Segment Start: Task material

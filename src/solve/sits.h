/* sits.h - what already sits on the rotor where something is to be placed: the weights of the run
 * that the aim leaves mounted. */
#ifndef LOPSIDE_SOLVE_SITS_H
#define LOPSIDE_SOLVE_SITS_H

#include <stdbool.h>
#include <stddef.h>

#include "stream/job.h"

/* Two angles within so many degrees are one place: half the step of whole degrees. */
#define SITS_NEAR_DEG 0.5

/* Mass (kg, as bolted on; negative: taken off) that the mounted run has on plane `plane` at
 * `angle_deg` (against rotation), to SITS_NEAR_DEG; 0 where nothing stays mounted. */
double sits_mass(const struct job *job, size_t plane, double angle_deg);

/* The same at the plane's radius (kg), which the force follows. */
double sits_equivalent(const struct job *job, size_t plane, double angle_deg);

/* Of what sits there, what the limits of the plane count, kg >= 0: added weights on a plane that is
 * added to, removed ones on a plane that is drilled or ground. */
double sits_at(const struct job *job, size_t plane, double angle_deg);
double sits_in_all(const struct job *job, size_t plane);

/* True where the sheet's limits let nothing at all stand on a plane: `text` says why. */
bool sits_nowhere(const struct job *job, size_t plane, char *text, size_t size);

/* True where that run lists something, and all of it is removed material: nothing that could be left
 * on or taken off. */
bool sits_only_removed(const struct job *job, size_t run);

#endif
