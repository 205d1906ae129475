#include "solve/culprit.h"

#include <math.h>
#include <stdlib.h>
#include <string.h>

/* Room for all readings but one. */
struct rest {
    double complex *y, *x;
    double (*cov)[3];
};

static void without(const struct regress_data *data, size_t out, struct rest *rest)
{
    size_t n = 0;
    for (size_t i = 0; i < data->count; i++) {
        if (i == out)
            continue;
        rest->y[n] = data->y[i];
        memcpy(rest->cov[n], data->cov[i], sizeof rest->cov[n]);
        for (size_t p = 0; p < data->planes; p++)
            rest->x[n * data->planes + p] = data->x[i * data->planes + p];
        n++;
    }
}

/* *misfit of the readings but one; INFINITY where they do not determine everything. */
static int misfit_of(const struct regress_data *data, const struct rest *rest, double *misfit)
{
    struct regress_data some = {.count = data->count - 1,
                                .planes = data->planes,
                                .y = rest->y,
                                .x = rest->x,
                                .cov = (const double(*)[3])rest->cov,
                                .scale = data->scale};
    struct posterior p;
    size_t at;
    int result = regress_fit(&some, &p);
    if (result != REGRESS_OK)
        return result;
    *misfit = p.rank == data->planes + 1 ? regress_misfit(&some, &p, &at) : INFINITY;
    posterior_release(&p);
    return REGRESS_OK;
}

int culprit_find(const struct regress_data *data, double fits, bool *possible, int *which)
{
    struct rest rest = {calloc(data->count + 1, sizeof *rest.y),
                        calloc(data->count * data->planes + 1, sizeof *rest.x),
                        calloc(data->count + 1, sizeof *rest.cov)};
    int result = rest.y && rest.x && rest.cov ? REGRESS_OK : REGRESS_NO_MEMORY;
    size_t count = 0;
    *which = -1;
    for (size_t i = 0; i < data->count && result == REGRESS_OK; i++) {
        double misfit = INFINITY;
        without(data, i, &rest);
        result = misfit_of(data, &rest, &misfit);
        possible[i] = isnan(misfit) || misfit < fits;
        if (!possible[i])
            continue;
        *which = count++ == 0 && !isnan(misfit) ? (int)i : -1;
    }
    free(rest.cov);
    free(rest.x);
    free(rest.y);
    return result;
}

int culprit_mirrored(const struct regress_data *data, double fits, bool *fits_mirrored)
{
    size_t count = data->count * data->planes, at;
    double complex *x = calloc(count + 1, sizeof *x);
    struct regress_data mirrored = *data;
    struct posterior p;
    *fits_mirrored = false;
    if (!x)
        return REGRESS_NO_MEMORY;
    for (size_t i = 0; i < count; i++)
        x[i] = conj(data->x[i]);
    mirrored.x = x;
    int result = regress_fit(&mirrored, &p);
    if (result == REGRESS_OK) {
        *fits_mirrored = p.rank == data->planes + 1 && regress_misfit(&mirrored, &p, &at) < fits;
        posterior_release(&p);
    }
    free(x);
    return result;
}

static bool bare(const struct regress_data *data, size_t i)
{
    for (size_t p = 0; p < data->planes; p++)
        if (data->x[i * data->planes + p] != 0)
            return false;
    return true;
}

int culprit_left_on(const struct regress_data *data, double fits, int *on, int *in)
{
    size_t planes = data->planes, count = data->count, at;
    double complex *x = calloc(count * planes + 1, sizeof *x);
    struct regress_data changed = *data;
    int result = x ? REGRESS_OK : REGRESS_NO_MEMORY;
    *on = *in = -1;
    changed.x = x;
    for (size_t i = 0; i < count && result == REGRESS_OK; i++)
        for (size_t j = i + 1; j < count && result == REGRESS_OK && !bare(data, i); j++) {
            struct posterior p;
            memcpy(x, data->x, count * planes * sizeof *x);
            for (size_t k = 0; k < planes; k++)
                x[j * planes + k] += data->x[i * planes + k];
            result = regress_fit(&changed, &p);
            if (result != REGRESS_OK)
                continue;
            double misfit =
                p.rank == planes + 1 ? regress_misfit(&changed, &p, &at) : (double)INFINITY;
            posterior_release(&p);
            if (!(misfit < fits))
                continue;
            fits = misfit;
            *on = (int)i;
            *in = (int)j;
        }
    free(x);
    return result;
}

Segment End: Task material

## Task to carry out
Could you copy exactly the lines from the first line of the records above through the line containing "force follows. */", both included, and nothing else?

## Exercise solution
filename src/solve/sits.h
/* sits.h - what already sits on the rotor where something is to be placed: the weights of the run
 * that the aim leaves mounted. */
#ifndef LOPSIDE_SOLVE_SITS_H
#define LOPSIDE_SOLVE_SITS_H

#include <stdbool.h>
#include <stddef.h>

#include "stream/job.h"

/* Two angles within so many degrees are one place: half the step of whole degrees. */
#define SITS_NEAR_DEG 0.5

/* Mass (kg, as bolted on; negative: taken off) that the mounted run has on plane `plane` at
 * `angle_deg` (against rotation), to SITS_NEAR_DEG; 0 where nothing stays mounted. */
double sits_mass(const struct job *job, size_t plane, double angle_deg);

/* The same at the plane's radius (kg), which the force follows. */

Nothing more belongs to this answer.